◆ Problem to work on: For this exercise, please reproduce the records below word for word, from the first line through the line with "Quart. Appl. Math.".

[Data extracted from a collection]
=====
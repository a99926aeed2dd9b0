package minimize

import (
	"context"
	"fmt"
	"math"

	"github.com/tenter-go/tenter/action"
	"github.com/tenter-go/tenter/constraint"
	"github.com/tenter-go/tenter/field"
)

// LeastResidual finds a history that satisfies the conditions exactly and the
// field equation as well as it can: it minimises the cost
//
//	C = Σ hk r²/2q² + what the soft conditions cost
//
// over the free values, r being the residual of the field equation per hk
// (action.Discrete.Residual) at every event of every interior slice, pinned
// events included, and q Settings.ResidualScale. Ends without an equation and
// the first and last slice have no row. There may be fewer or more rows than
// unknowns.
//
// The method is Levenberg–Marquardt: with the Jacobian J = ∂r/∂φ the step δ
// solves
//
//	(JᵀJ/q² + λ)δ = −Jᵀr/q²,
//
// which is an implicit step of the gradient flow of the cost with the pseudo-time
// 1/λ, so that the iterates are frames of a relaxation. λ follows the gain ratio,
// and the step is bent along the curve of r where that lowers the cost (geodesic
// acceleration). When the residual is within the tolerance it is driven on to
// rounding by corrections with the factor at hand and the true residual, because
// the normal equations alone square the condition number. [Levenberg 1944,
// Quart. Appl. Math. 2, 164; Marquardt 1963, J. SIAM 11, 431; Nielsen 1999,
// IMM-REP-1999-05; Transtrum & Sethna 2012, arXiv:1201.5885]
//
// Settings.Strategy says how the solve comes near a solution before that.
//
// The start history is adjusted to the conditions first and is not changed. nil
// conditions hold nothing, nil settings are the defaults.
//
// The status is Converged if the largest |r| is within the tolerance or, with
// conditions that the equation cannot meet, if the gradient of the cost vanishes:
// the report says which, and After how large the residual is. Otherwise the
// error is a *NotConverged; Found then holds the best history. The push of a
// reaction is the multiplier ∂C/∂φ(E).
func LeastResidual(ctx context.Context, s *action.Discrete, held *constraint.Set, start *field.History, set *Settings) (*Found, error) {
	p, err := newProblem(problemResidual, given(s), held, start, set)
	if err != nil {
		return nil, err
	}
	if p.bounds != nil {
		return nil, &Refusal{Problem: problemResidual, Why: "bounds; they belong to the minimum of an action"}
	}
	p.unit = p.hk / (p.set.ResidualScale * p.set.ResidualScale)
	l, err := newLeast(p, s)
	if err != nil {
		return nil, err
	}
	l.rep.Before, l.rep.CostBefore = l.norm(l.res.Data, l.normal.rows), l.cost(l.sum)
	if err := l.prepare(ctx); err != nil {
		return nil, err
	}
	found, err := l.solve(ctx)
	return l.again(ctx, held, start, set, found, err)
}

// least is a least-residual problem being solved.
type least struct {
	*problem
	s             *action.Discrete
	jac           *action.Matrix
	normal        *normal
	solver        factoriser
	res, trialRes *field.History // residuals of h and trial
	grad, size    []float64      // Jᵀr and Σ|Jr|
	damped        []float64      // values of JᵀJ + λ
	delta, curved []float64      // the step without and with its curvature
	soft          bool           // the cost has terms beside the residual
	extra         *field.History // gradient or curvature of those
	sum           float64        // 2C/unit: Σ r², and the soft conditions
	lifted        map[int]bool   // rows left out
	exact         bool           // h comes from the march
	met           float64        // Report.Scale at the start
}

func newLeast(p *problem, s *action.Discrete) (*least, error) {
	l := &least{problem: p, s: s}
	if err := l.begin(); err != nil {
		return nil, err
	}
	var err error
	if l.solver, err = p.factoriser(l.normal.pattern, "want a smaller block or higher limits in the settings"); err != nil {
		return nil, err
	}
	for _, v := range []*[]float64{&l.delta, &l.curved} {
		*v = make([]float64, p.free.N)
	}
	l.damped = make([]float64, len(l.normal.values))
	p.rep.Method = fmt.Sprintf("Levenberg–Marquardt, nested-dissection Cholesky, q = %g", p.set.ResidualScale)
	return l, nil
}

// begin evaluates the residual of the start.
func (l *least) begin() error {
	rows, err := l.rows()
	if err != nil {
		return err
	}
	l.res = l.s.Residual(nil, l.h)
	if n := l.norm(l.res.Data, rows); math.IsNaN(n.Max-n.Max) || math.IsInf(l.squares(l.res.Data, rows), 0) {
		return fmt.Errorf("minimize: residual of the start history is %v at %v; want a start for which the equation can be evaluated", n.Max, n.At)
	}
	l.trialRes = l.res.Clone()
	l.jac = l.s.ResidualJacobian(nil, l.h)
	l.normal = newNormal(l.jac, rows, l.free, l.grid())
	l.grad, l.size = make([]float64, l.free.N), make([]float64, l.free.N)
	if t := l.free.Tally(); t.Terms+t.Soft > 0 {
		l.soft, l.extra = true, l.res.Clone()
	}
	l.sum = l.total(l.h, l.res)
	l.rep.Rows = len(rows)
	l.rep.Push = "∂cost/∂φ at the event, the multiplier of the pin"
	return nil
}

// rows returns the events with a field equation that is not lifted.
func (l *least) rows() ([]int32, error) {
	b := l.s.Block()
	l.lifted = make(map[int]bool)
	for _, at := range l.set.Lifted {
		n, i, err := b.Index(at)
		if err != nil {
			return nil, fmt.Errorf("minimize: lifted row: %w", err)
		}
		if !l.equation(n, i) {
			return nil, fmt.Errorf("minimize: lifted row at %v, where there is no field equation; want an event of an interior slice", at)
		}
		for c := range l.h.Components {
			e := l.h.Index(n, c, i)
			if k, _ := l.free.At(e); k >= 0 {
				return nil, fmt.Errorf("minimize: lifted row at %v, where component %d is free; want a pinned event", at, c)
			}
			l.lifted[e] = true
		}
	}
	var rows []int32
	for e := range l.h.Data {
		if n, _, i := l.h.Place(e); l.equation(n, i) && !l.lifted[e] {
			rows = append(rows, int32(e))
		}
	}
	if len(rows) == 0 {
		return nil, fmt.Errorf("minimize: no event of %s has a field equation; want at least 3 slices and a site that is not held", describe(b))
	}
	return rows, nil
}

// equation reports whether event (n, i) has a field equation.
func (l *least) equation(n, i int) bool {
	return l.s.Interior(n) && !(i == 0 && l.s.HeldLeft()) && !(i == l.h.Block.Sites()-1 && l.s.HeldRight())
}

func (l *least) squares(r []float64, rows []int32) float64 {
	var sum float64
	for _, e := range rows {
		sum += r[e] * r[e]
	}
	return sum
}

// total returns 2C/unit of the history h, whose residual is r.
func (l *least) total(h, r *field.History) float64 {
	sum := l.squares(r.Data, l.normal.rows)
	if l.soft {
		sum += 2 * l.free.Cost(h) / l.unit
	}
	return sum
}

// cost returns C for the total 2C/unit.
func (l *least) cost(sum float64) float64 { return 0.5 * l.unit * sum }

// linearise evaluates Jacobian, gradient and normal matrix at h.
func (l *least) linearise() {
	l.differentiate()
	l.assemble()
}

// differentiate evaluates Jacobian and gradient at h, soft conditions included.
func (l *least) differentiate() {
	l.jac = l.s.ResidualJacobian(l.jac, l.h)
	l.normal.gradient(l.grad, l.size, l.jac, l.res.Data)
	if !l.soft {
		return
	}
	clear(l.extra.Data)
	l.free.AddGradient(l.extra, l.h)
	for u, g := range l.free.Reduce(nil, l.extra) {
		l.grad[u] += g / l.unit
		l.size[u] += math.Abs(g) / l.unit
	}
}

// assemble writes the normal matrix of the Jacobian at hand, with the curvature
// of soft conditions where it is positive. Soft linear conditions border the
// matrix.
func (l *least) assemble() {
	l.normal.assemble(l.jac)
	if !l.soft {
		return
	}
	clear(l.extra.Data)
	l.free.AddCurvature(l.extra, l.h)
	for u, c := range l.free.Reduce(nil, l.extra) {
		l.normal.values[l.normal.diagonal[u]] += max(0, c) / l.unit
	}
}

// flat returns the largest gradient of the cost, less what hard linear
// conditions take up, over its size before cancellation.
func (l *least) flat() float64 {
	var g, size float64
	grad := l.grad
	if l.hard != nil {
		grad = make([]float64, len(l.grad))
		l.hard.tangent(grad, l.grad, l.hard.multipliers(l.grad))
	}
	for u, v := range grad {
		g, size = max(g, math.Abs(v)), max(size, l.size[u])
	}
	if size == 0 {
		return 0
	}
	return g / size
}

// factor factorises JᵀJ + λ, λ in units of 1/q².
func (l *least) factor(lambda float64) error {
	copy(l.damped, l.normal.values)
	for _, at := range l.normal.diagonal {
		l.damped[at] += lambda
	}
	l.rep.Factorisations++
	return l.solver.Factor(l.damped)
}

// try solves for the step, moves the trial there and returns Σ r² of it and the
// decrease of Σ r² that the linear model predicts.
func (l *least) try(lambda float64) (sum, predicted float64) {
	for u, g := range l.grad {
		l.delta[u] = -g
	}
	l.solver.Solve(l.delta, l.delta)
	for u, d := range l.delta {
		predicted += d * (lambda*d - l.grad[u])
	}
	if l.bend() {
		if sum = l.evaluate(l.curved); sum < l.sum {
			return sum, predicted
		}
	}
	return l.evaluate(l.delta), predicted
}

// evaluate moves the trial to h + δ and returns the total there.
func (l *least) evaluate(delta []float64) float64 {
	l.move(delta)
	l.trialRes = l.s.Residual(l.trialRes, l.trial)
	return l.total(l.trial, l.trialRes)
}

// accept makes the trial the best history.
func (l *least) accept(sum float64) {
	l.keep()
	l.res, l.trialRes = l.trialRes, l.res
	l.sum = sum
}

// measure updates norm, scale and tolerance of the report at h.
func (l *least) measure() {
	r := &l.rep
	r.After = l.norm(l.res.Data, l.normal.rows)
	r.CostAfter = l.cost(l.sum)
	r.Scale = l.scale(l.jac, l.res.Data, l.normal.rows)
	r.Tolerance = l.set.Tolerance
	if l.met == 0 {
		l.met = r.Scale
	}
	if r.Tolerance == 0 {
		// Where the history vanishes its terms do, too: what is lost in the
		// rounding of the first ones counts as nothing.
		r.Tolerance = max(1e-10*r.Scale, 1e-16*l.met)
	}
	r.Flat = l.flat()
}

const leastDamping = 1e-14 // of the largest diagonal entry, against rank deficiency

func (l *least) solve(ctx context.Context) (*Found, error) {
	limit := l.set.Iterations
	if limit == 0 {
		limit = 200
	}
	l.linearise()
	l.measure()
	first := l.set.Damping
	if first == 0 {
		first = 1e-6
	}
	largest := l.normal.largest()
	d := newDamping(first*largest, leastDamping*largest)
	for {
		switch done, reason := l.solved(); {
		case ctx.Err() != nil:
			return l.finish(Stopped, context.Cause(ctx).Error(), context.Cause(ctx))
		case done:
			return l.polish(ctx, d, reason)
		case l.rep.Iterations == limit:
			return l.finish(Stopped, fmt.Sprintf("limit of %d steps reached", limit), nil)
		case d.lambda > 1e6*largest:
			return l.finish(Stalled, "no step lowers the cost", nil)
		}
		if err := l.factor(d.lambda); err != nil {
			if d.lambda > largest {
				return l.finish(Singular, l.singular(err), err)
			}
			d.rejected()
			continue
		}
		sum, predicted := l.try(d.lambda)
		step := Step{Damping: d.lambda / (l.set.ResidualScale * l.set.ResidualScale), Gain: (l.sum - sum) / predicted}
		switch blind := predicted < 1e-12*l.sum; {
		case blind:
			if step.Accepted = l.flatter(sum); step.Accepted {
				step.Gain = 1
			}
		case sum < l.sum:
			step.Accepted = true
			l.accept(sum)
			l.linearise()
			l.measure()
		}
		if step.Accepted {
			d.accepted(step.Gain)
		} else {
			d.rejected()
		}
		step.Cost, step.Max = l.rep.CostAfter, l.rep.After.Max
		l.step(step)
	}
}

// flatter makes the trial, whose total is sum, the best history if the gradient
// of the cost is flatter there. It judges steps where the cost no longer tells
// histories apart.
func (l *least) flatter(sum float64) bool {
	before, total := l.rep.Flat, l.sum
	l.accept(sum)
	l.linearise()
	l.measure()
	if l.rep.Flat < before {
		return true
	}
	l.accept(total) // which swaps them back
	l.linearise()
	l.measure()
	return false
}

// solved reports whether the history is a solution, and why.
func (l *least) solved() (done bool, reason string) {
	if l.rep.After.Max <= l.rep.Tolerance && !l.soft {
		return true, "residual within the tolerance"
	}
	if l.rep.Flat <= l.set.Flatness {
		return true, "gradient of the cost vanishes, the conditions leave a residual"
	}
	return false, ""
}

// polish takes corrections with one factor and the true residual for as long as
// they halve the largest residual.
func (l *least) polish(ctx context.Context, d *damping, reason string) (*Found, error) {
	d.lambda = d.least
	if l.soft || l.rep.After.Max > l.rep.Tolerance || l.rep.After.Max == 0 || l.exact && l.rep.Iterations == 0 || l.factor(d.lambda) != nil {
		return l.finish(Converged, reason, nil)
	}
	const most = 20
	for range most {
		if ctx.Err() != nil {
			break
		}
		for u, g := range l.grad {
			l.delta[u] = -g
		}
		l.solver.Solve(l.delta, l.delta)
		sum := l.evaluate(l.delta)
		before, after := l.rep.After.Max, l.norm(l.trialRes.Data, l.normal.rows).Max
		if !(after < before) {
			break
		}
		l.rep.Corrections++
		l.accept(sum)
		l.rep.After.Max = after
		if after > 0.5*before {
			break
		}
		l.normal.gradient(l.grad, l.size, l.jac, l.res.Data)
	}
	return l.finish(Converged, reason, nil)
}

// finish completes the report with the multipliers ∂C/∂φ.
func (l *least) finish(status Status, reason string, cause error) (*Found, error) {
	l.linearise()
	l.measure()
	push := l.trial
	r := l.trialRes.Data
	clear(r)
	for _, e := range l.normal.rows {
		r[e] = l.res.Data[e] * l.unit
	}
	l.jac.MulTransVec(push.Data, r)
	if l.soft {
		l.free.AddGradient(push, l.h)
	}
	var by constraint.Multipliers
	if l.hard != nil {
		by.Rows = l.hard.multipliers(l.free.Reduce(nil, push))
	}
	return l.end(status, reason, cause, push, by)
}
=====
◆ Exercise solution:
repository a99926aeed2dd9b0
package minimize

import (
	"context"
	"fmt"
	"math"

	"github.com/tenter-go/tenter/action"
	"github.com/tenter-go/tenter/constraint"
	"github.com/tenter-go/tenter/field"
)

// LeastResidual finds a history that satisfies the conditions exactly and the
// field equation as well as it can: it minimises the cost
//
//	C = Σ hk r²/2q² + what the soft conditions cost
//
// over the free values, r being the residual of the field equation per hk
// (action.Discrete.Residual) at every event of every interior slice, pinned
// events included, and q Settings.ResidualScale. Ends without an equation and
// the first and last slice have no row. There may be fewer or more rows than
// unknowns.
//
// The method is Levenberg–Marquardt: with the Jacobian J = ∂r/∂φ the step δ
// solves
//
//	(JᵀJ/q² + λ)δ = −Jᵀr/q²,
//
// which is an implicit step of the gradient flow of the cost with the pseudo-time
// 1/λ, so that the iterates are frames of a relaxation. λ follows the gain ratio,
// and the step is bent along the curve of r where that lowers the cost (geodesic
// acceleration). When the residual is within the tolerance it is driven on to
// rounding by corrections with the factor at hand and the true residual, because
// the normal equations alone square the condition number. [Levenberg 1944,
// Quart. Appl. Math. 2, 164; Marquardt 1963, J. SIAM 11, 431; Nielsen 1999,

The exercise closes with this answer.